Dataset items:

- Opening Delimiter -

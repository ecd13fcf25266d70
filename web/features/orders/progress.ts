import type { OrderDto } from '../../../shared/contracts/orders.ts'
import { ORDER_STATUSES } from '../../../shared/quoting/statuses.ts'

export interface Station {
  status: OrderDto['status']
  state: 'done' | 'here' | 'ahead'
  at: string | null
  by: string | null
}

/** The way of an order, top to bottom: what it has passed, where it is, what is ahead. */
export function stationsOf({ status, progress }: Pick<OrderDto, 'status' | 'progress'>): Station[] {
  const passed = new Map(progress.map((step) => [step.status, step]))
  const way = ORDER_STATUSES.filter((each) => each !== 'cancelled')
  const stations =
    status === 'cancelled' ? [...way.filter((each) => passed.has(each)), 'cancelled' as const] : way
  const here = stations.indexOf(status)
  return stations.map((each, index) => ({
    status: each,
    state: index < here ? 'done' : index === here ? 'here' : 'ahead',
    at: passed.get(each)?.at ?? null,
    by: passed.get(each)?.by ?? null,
  }))
}
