import type { Refusal } from '../problems/problem.js';
import { OPEN_LEAD_STAGES, type LeadStage, type OpenLeadStage } from './leads-contract.js';

export const LEAD_STAGE_NAMES: Record<LeadStage, string> = {
  new: 'New',
  contacted: 'Contacted',
  'site-visit': 'Site visit',
  estimating: 'Estimating',
  won: 'Won',
  lost: 'Lost',
};

/** By what a lead comes to a stage: dragged there by hand, or by a command that asks for more. */
export type LeadMove = 'move' | 'win' | 'lose' | 'reopen';

/**
 * Every move a lead can make. Open stages are moved between freely, in both directions: an inquiry may be measured
 * before anybody called back. Won and lost are reached by their commands alone and won is final. A lost lead can be
 * reopened, and it is won after all when its customer accepts an estimate in spite of everything.
 */
export const LEAD_TRANSITIONS: Record<LeadStage, Partial<Record<LeadStage, LeadMove>>> = {
  new: { contacted: 'move', 'site-visit': 'move', estimating: 'move', won: 'win', lost: 'lose' },
  contacted: { new: 'move', 'site-visit': 'move', estimating: 'move', won: 'win', lost: 'lose' },
  'site-visit': { new: 'move', contacted: 'move', estimating: 'move', won: 'win', lost: 'lose' },
  estimating: { new: 'move', contacted: 'move', 'site-visit': 'move', won: 'win', lost: 'lose' },
  won: {},
  lost: { won: 'win', new: 'reopen', contacted: 'reopen', 'site-visit': 'reopen', estimating: 'reopen' },
};

/** Why a lead cannot come from one stage to another by this command, or null. */
export function refuseLeadMove(from: LeadStage, to: LeadStage, by: LeadMove): Refusal | null {
  if (LEAD_TRANSITIONS[from][to] === by) return null;
  return { code: 'conflict', detail: whyNot(from, to) };
}

/** A lost lead comes back to where it was lost; what was lost before its stage was kept comes back as contacted. */
export function reopenedStage(lostFrom: LeadStage | null): OpenLeadStage {
  return OPEN_LEAD_STAGES.find((stage) => stage === lostFrom) ?? 'contacted';
}

/** Whether something has to be done about the lead. */
export function isOpenLead(stage: LeadStage): boolean {
  return stage !== 'won' && stage !== 'lost';
}

/** How a next step stands against today's date in the shop's zone; null when there is none or nothing to do. */
export function nextStepStanding(
  lead: { stage: LeadStage; nextStepOn: string | null },
  today: string,
): 'overdue' | 'today' | 'ahead' | null {
  if (lead.nextStepOn === null || !isOpenLead(lead.stage)) return null;
  if (lead.nextStepOn < today) return 'overdue';
  return lead.nextStepOn === today ? 'today' : 'ahead';
}

function whyNot(from: LeadStage, to: LeadStage): string {
  if (from === to) return `The lead is at ${LEAD_STAGE_NAMES[to]} already.`;
  if (from === 'won') return 'A won lead stays won.';
  if (from === 'lost') return 'A lost lead has to be reopened first.';
  return `A lead does not come from ${LEAD_STAGE_NAMES[from]} to ${LEAD_STAGE_NAMES[to]} this way.`;
}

- Closing Delimiter -

Give the count of lines in the records above that hold the string "comes", and only that count.

2